2016-10-31 16:01:00

Malmö: Zeugnisse für Frieden und ökumenischen Einsatz


Der Kampf gegen den Klimawandel, der Einsatz für Versöhnung in Kolumbien, die Hilfe für Bürgerkriegswaisen in Burundi und die Notwendigkeit, Flüchtlingen ein menschwürdiges Leben und Perspektiven zu ermöglichen: Das waren die Kernaussagen der vier Zeugnisse, die an diesem Montag in der Malmö-Arena vorgetragen worden sind.

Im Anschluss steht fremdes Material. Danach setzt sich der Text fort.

/** Partial Fisher-Yates: `m` distinct indices of [0, n), in ascending order (keeps time order). */
function sampleIndices(rnd: Random, n: number, m: number): Int32Array {
  const perm = new Int32Array(n);
  for (let i = 0; i < n; i++) perm[i] = i;
  for (let i = 0; i < m; i++) {
    const j = i + randomIndex(rnd, n - i);
    const t = perm[i];
    perm[i] = perm[j];
    perm[j] = t;
  }
  return perm.slice(0, m).sort();
}

function meanVariance(x: Float64Array, n: number, d: number): number {
  let total = 0;
  for (let j = 0; j < d; j++) {
    let mean = 0;
    for (let i = 0; i < n; i++) mean += x[i * d + j];
    mean /= n;
    let v = 0;
    for (let i = 0; i < n; i++) {
      const e = x[i * d + j] - mean;
      v += e * e;
    }
    total += v / n;
  }
  return total / d;
}

/** Distance passes over one data set: the SIMD kernels with the rows kept resident, or plain loops. */
interface DistancePass {
  /** Full squared-distance matrix (n x K). */
  all(c: Float64Array, c2: Float64Array, K: number, out: Float64Array): Float64Array;
  /** k-means++ step (see SimdKernels.seedUpdate); minD2 is valid until the next call. */
  seed(centre: Float64Array, first: boolean): { total: number; minD2: Float64Array };
  /** State and assignment passes of a Lloyd run with K centres. */
  lloyd(K: number): LloydWork;
  /** Mean over the features of each feature's variance. */
  meanVariance(): number;
}

/** Nearest centre, its squared distance and the second smallest one, per listed row. */
interface Assignment {
  labels: Int32Array;
  best: Float64Array;
  second: Float64Array;
}

function distancePass(x: Float64Array, x2: Float64Array, n: number, d: number): DistancePass {
  const sk = simdKernels();
  if (sk) {
    const res = sk.resident(x, x2, n, d);
    return {
      all: (c, c2, K, out) => res.dist2(c, c2, K, out),
      seed: (centre, first) => res.seedUpdate(centre, first),
      lloyd: (K) => res.lloydWork(K),
      meanVariance: () => res.meanVariance(),
    };
  }
  const minD2 = new Float64Array(n);
  return {
    all(c, c2, K, out) {
      dist2Scalar(x, x2, n, d, c, c2, K, out);
      return out;
    },
    seed(centre, first) {
      let total = 0;
      for (let i = 0; i < n; i++) {
        let s = 0;
        const o = i * d;
        for (let j = 0; j < d; j++) {
          const e = x[o + j] - centre[j];
          s += e * e;
        }
        if (first || s < minD2[i]) minD2[i] = s;
        total += minD2[i];
      }
      return { total, minD2 };
    },
    lloyd: (K) => scalarLloydWork(x, x2, n, d, K),
    meanVariance: () => meanVariance(x, n, d),
  };
}

/** LloydWork on plain arrays with scalar loops: the same steps and tests as the module's lloydPass. */
function scalarLloydWork(x: Float64Array, x2: Float64Array, n: number, d: number, K: number): LloydWork {
  const st: LloydState = { labels: new Int32Array(n), own: new Float64Array(n), upper: new Float64Array(n), lower: new Float64Array(n), sums: new Float64Array(K * d), counts: new Int32Array(K) };
  const half = new Float64Array(K);
  const check = new Int32Array(n);
  const todo = new Int32Array(n);
  const checked = new Float64Array(n);
  const found: Assignment = { labels: new Int32Array(n), best: new Float64Array(n), second: new Float64Array(n) };
  const dist = new Float64Array(n * K);
  return {
    views: () => st,
    reset() {
      st.labels.fill(-1);
      st.sums.fill(0);
      st.counts.fill(0);
    },
    pass(c, c2, moved, mode, m1, m2, mk, slack0, slackUnit) {
      let rows: Int32Array | null = null;
      let count = n;
      if (mode === 1) {
        centreGaps(c, K, d, half);
        const nCheck = boundScan(n, st.labels, st.lower, st.upper, x2, half, moved, m1, m2, mk, slack0, slackUnit, check);
        ownDistances(x, d, c, st.labels, checked, check, nCheck);
        count = boundFilter(nCheck, check, checked, st.labels, st.lower, st.upper, st.own, x2, half, slack0, slackUnit, todo);
        rows = todo;
      } else if (mode === 2) shrinkAll(n, st.labels, st.lower, st.upper, moved, m1, m2, mk);
      if (count === 0) return 0;
      if (rows) {
        // Distance rows of the listed samples only (gathered, then the scalar kernel).
        const g = new Float64Array(count * d);
        const g2 = new Float64Array(count);
        for (let t = 0; t < count; t++) {
          g.set(x.subarray(rows[t] * d, (rows[t] + 1) * d), t * d);
          g2[t] = x2[rows[t]];
        }
        dist2Scalar(g, g2, count, d, c, c2, K, dist);
      } else dist2Scalar(x, x2, n, d, c, c2, K, dist);
      argmin2Rows(dist, count, K, found);
      return applyAssignment(found, rows, count, x, d, st);
    },
    exactOwn(c) {
      ownDistances(x, d, c, st.labels, st.own, null, n);
      for (let i = 0; i < n; i++) st.upper[i] = Math.sqrt(st.own[i]);
    },
  };
}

Der Kampf gegen den Klimawandel

Da ist Pranita, die junge indische Klimaforscherin, die die katastrophalen Auswirkungen des Klimawandels, der Überschwemmungen und Hitzewellen mit sich bringt, in ihrer Heimatprovinz am eigenen Leib erlebt hat. Der Wirbelsturm Phailin hatte im Jahr 2013 zu schrecklichen Überschwemmungen geführt, Tausende von Menschen wurden obdachlos und verloren in den Wassermassen alles. Viele von denen, die derartige Katastrophen überleben, so das bedrückende Zeugnis der jungen Inderin, sehen keinen anderen Ausweg als den Selbstmord – oft seien es Männer, die die Schmach, die Familien nicht mehr ernähren zu können, nicht ertrügen und ihre Frauen mit der Versorgung der Kinder und der Rückzahlung von Schuldenbergen alleine ließen. „Das ist die Ungerechtigkeit im Herzen des Problems: dass diejenigen, die am wenigsten für die globale Klimabilanz verantwortlich sind, diejenigen sind, die am meisten darunter leiden“, so das bittere Fazit von Pranita.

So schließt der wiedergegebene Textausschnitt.